WHAT IS REQUIRED =>
Please write each entry out again exactly as shown.

SOURCE DATA section start

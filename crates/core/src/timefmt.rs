//! How timestamps are written, and reading them: one parser for the time
//! format of line templates (`time_format`) and of other loggers' CSV
//! (`[log] time = { format = … }`), so both accept and refuse the same texts
//! with the same messages.
//!
//! A format is `"rfc3339"`, `"epoch-s"`, `"epoch-ms"` or a strftime pattern
//! that gives at least the year, month, day, hour and minute. A pattern
//! without a UTC offset (`%z`) is local time in a [`Zone`] (UTC when none is
//! given).
//!
//! With a named zone, at a daylight-saving change:
//!
//! * a local time that occurs twice (the hour repeated when the clocks go
//!   back) is read as the earlier instant, unless that would put it before
//!   the previous time while the later instant would not — so times written
//!   straight through the change read in order ([`Read::ambiguous`] says so);
//! * a local time that does not exist (skipped when the clocks go forward) is
//!   an error: the clock that wrote it was wrong, and no guess is made.
//!
//! ```
//! use rarefy_core::timefmt::{TimeFormat, Zone};
//! let f = TimeFormat::parse("%d.%m.%Y %H:%M:%S").unwrap();
//! let zone = Zone::parse("+01:00").unwrap();
//! let t = f.read("04.03.2026 06:00:00", Some(zone), None).unwrap();
//! assert_eq!(t.time.to_rfc3339(), "2026-03-04T05:00:00+00:00");
//! assert!(TimeFormat::parse("%s").unwrap_err().contains("epoch-s"));
//! ```

use chrono::format::{Fixed, Item, Numeric, StrftimeItems};
use chrono::{
    DateTime, FixedOffset, LocalResult, NaiveDate, NaiveDateTime, NaiveTime, Offset, TimeZone, Utc,
};
use chrono_tz::Tz;
use std::fmt::{self, Write as _};

/// How rarefy writes every timestamp (logs, events, messages): RFC 3339,
/// UTC, with milliseconds (`2026-11-09T09:31:11.000Z`).
pub fn write_rfc3339(t: DateTime<Utc>) -> String {
    let mut s = String::with_capacity(24);
    push_rfc3339(&mut s, t);
    s
}

/// Reads an RFC 3339 time in the fixed layout logs are written in —
/// `YYYY-MM-DDTHH:MM:SS[.f…](Z|±HH:MM)`, 1 to 9 fraction digits — from its
/// bytes, without the general parser's work. `None` for anything else
/// (another layout, a leap second, an impossible date): the general parser
/// then decides, and words any error. Where both read a text, they give
/// the same instant and offset.
pub fn parse_rfc3339_fast(text: &str) -> Option<DateTime<FixedOffset>> {
    let b = text.as_bytes();
    fast_time_of_day(b, fast_date(b)?)
}

/// The date of a fixed-layout RFC 3339 time: `YYYY-MM-DD` in its first 10
/// bytes (nothing else is looked at), when it is a real date.
fn fast_date(b: &[u8]) -> Option<NaiveDate> {
    let b = b.get(..10)?;
    if b[4] != b'-' || b[7] != b'-' {
        return None;
    }
    let year = fast_digits(b, 0, 4)?;
    let (month, day) = (fast_digits(b, 5, 2)?, fast_digits(b, 8, 2)?);
    NaiveDate::from_ymd_opt(year as i32, month, day)
}

/// The `n` digits from `from` of `b` as a number; `None` when one is not
/// an ASCII digit or `b` is shorter.
fn fast_digits(b: &[u8], from: usize, n: usize) -> Option<u32> {
    let mut v = 0u32;
    for &c in b.get(from..from + n)? {
        let d = c.wrapping_sub(b'0');
        if d > 9 {
            return None;
        }
        v = v * 10 + u32::from(d);
    }
    Some(v)
}

/// The rest of a fixed-layout RFC 3339 time after its date (`date`, read
/// from the first 10 bytes): `THH:MM:SS[.f…](Z|±HH:MM)`.
fn fast_time_of_day(b: &[u8], date: NaiveDate) -> Option<DateTime<FixedOffset>> {
    if let Some(time) = writer_time_of_day(b) {
        let utc = FixedOffset::east_opt(0)?;
        return Some(DateTime::from_naive_utc_and_offset(
            date.and_time(time),
            utc,
        ));
    }
    if b.len() < 20 || b[10] != b'T' || b[13] != b':' || b[16] != b':' {
        return None;
    }
    let (hour, minute) = (fast_digits(b, 11, 2)?, fast_digits(b, 14, 2)?);
    let second = fast_digits(b, 17, 2)?;
    if hour > 23 || minute > 59 || second > 59 {
        return None;
    }
    let mut i = 19;
    let mut nanos = 0u32;
    if b[i] == b'.' {
        let start = i + 1;
        let mut end = start;
        while end < b.len() && b[end].is_ascii_digit() {
            end += 1;
        }
        let n = end - start;
        if !(1..=9).contains(&n) {
            return None;
        }
        nanos = fast_digits(b, start, n)? * 10u32.pow(9 - n as u32);
        i = end;
    }
    let offset_s: i32 = match &b[i..] {
        [b'Z' | b'z'] => 0,
        [sign @ (b'+' | b'-'), _, _, b':', _, _] => {
            let (h, m) = (fast_digits(b, i + 1, 2)?, fast_digits(b, i + 4, 2)?);
            if h > 23 || m > 59 {
                return None;
            }
            let s = (h * 3600 + m * 60) as i32;
            if *sign == b'-' { -s } else { s }
        }
        _ => return None,
    };
    let local = date.and_hms_nano_opt(hour, minute, second, nanos)?;
    let offset = FixedOffset::east_opt(offset_s)?;
    // Subtracting a zero offset changes nothing.
    let utc = if offset_s == 0 {
        local
    } else {
        local.checked_sub_offset(offset)?
    };
    Some(DateTime::from_naive_utc_and_offset(utc, offset))
}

SOURCE DATA section end

THE ANSWER =>
filename crates/core/src/timefmt.rs
//! How timestamps are written, and reading them: one parser for the time
//! format of line templates (`time_format`) and of other loggers' CSV
//! (`[log] time = { format = … }`), so both accept and refuse the same texts
//! with the same messages.
//!
//! A format is `"rfc3339"`, `"epoch-s"`, `"epoch-ms"` or a strftime pattern
//! that gives at least the year, month, day, hour and minute. A pattern
//! without a UTC offset (`%z`) is local time in a [`Zone`] (UTC when none is
//! given).
//!
//! With a named zone, at a daylight-saving change:
//!
//! * a local time that occurs twice (the hour repeated when the clocks go
//!   back) is read as the earlier instant, unless that would put it before
//!   the previous time while the later instant would not — so times written
//!   straight through the change read in order ([`Read::ambiguous`] says so);
//! * a local time that does not exist (skipped when the clocks go forward) is
//!   an error: the clock that wrote it was wrong, and no guess is made.
//!
//! ```
//! use rarefy_core::timefmt::{TimeFormat, Zone};
//! let f = TimeFormat::parse("%d.%m.%Y %H:%M:%S").unwrap();
//! let zone = Zone::parse("+01:00").unwrap();
//! let t = f.read("04.03.2026 06:00:00", Some(zone), None).unwrap();
//! assert_eq!(t.time.to_rfc3339(), "2026-03-04T05:00:00+00:00");
//! assert!(TimeFormat::parse("%s").unwrap_err().contains("epoch-s"));
//! ```

use chrono::format::{Fixed, Item, Numeric, StrftimeItems};
use chrono::{
    DateTime, FixedOffset, LocalResult, NaiveDate, NaiveDateTime, NaiveTime, Offset, TimeZone, Utc,
};
use chrono_tz::Tz;
use std::fmt::{self, Write as _};

/// How rarefy writes every timestamp (logs, events, messages): RFC 3339,
/// UTC, with milliseconds (`2026-11-09T09:31:11.000Z`).
pub fn write_rfc3339(t: DateTime<Utc>) -> String {
    let mut s = String::with_capacity(24);
    push_rfc3339(&mut s, t);
    s
}

/// Reads an RFC 3339 time in the fixed layout logs are written in —
/// `YYYY-MM-DDTHH:MM:SS[.f…](Z|±HH:MM)`, 1 to 9 fraction digits — from its
/// bytes, without the general parser's work. `None` for anything else
/// (another layout, a leap second, an impossible date): the general parser
/// then decides, and words any error. Where both read a text, they give
/// the same instant and offset.
pub fn parse_rfc3339_fast(text: &str) -> Option<DateTime<FixedOffset>> {
    let b = text.as_bytes();
    fast_time_of_day(b, fast_date(b)?)
}

/// The date of a fixed-layout RFC 3339 time: `YYYY-MM-DD` in its first 10
/// bytes (nothing else is looked at), when it is a real date.
fn fast_date(b: &[u8]) -> Option<NaiveDate> {
    let b = b.get(..10)?;
    if b[4] != b'-' || b[7] != b'-' {
        return None;
    }
    let year = fast_digits(b, 0, 4)?;
    let (month, day) = (fast_digits(b, 5, 2)?, fast_digits(b, 8, 2)?);
    NaiveDate::from_ymd_opt(year as i32, month, day)
}

/// The `n` digits from `from` of `b` as a number; `None` when one is not
/// an ASCII digit or `b` is shorter.
fn fast_digits(b: &[u8], from: usize, n: usize) -> Option<u32> {
    let mut v = 0u32;
    for &c in b.get(from..from + n)? {
        let d = c.wrapping_sub(b'0');
        if d > 9 {
            return None;
        }
        v = v * 10 + u32::from(d);
    }
    Some(v)
}

/// The rest of a fixed-layout RFC 3339 time after its date (`date`, read
/// from the first 10 bytes): `THH:MM:SS[.f…](Z|±HH:MM)`.
fn fast_time_of_day(b: &[u8], date: NaiveDate) -> Option<DateTime<FixedOffset>> {
    if let Some(time) = writer_time_of_day(b) {
        let utc = FixedOffset::east_opt(0)?;
        return Some(DateTime::from_naive_utc_and_offset(
            date.and_time(time),
            utc,
        ));
    }
    if b.len() < 20 || b[10] != b'T' || b[13] != b':' || b[16] != b':' {
        return None;
    }
    let (hour, minute) = (fast_digits(b, 11, 2)?, fast_digits(b, 14, 2)?);
    let second = fast_digits(b, 17, 2)?;
    if hour > 23 || minute > 59 || second > 59 {
        return None;
    }
    let mut i = 19;
    let mut nanos = 0u32;
    if b[i] == b'.' {
        let start = i + 1;
        let mut end = start;
        while end < b.len() && b[end].is_ascii_digit() {
            end += 1;
        }
        let n = end - start;
        if !(1..=9).contains(&n) {
            return None;
        }
        nanos = fast_digits(b, start, n)? * 10u32.pow(9 - n as u32);
        i = end;
    }
    let offset_s: i32 = match &b[i..] {
        [b'Z' | b'z'] => 0,
        [sign @ (b'+' | b'-'), _, _, b':', _, _] => {
            let (h, m) = (fast_digits(b, i + 1, 2)?, fast_digits(b, i + 4, 2)?);
            if h > 23 || m > 59 {
                return None;
            }
            let s = (h * 3600 + m * 60) as i32;
            if *sign == b'-' { -s } else { s }
        }
        _ => return None,
    };
    let local = date.and_hms_nano_opt(hour, minute, second, nanos)?;
    let offset = FixedOffset::east_opt(offset_s)?;
    // Subtracting a zero offset changes nothing.
    let utc = if offset_s == 0 {
        local
    } else {
        local.checked_sub_offset(offset)?
    };
    Some(DateTime::from_naive_utc_and_offset(utc, offset))
}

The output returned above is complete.